▸ **WORK INSTRUCTION**
From the listing that follows, count the lines including "randomUUID" and give the number alone.

▸ **INFORMATION**
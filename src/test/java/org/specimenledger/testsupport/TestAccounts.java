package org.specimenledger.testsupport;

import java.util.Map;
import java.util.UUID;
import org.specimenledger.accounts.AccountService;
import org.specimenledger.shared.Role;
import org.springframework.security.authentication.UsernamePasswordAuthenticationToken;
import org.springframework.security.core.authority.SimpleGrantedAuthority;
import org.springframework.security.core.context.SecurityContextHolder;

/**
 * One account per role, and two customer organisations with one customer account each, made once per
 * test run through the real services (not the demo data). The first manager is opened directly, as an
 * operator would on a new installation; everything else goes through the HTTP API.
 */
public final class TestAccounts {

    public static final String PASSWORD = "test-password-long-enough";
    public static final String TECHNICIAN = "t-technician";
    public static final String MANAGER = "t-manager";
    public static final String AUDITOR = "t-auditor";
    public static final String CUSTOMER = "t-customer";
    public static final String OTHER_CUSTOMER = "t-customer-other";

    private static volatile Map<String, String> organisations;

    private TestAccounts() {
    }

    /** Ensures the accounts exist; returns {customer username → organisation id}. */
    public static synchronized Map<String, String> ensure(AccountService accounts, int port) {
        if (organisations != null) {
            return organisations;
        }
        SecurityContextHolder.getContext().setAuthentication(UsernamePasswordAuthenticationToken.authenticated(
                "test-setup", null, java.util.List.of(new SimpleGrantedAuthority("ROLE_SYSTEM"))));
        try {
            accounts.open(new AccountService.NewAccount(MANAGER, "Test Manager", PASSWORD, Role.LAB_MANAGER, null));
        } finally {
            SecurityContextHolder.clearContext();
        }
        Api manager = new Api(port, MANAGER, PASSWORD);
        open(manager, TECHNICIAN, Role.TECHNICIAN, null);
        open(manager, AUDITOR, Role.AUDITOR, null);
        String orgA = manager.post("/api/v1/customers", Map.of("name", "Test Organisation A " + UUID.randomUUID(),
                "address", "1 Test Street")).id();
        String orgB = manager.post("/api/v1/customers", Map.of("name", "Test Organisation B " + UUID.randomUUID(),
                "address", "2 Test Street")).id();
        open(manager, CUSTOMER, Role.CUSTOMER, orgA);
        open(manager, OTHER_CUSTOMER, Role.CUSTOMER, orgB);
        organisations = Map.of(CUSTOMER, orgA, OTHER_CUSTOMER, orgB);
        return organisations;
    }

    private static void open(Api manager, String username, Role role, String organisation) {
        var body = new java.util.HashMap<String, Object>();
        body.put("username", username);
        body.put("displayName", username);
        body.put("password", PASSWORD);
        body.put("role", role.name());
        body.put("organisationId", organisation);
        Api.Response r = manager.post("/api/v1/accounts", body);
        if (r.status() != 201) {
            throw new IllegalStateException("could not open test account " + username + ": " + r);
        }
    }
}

▸ **RESPONSE TO THE TASK**
2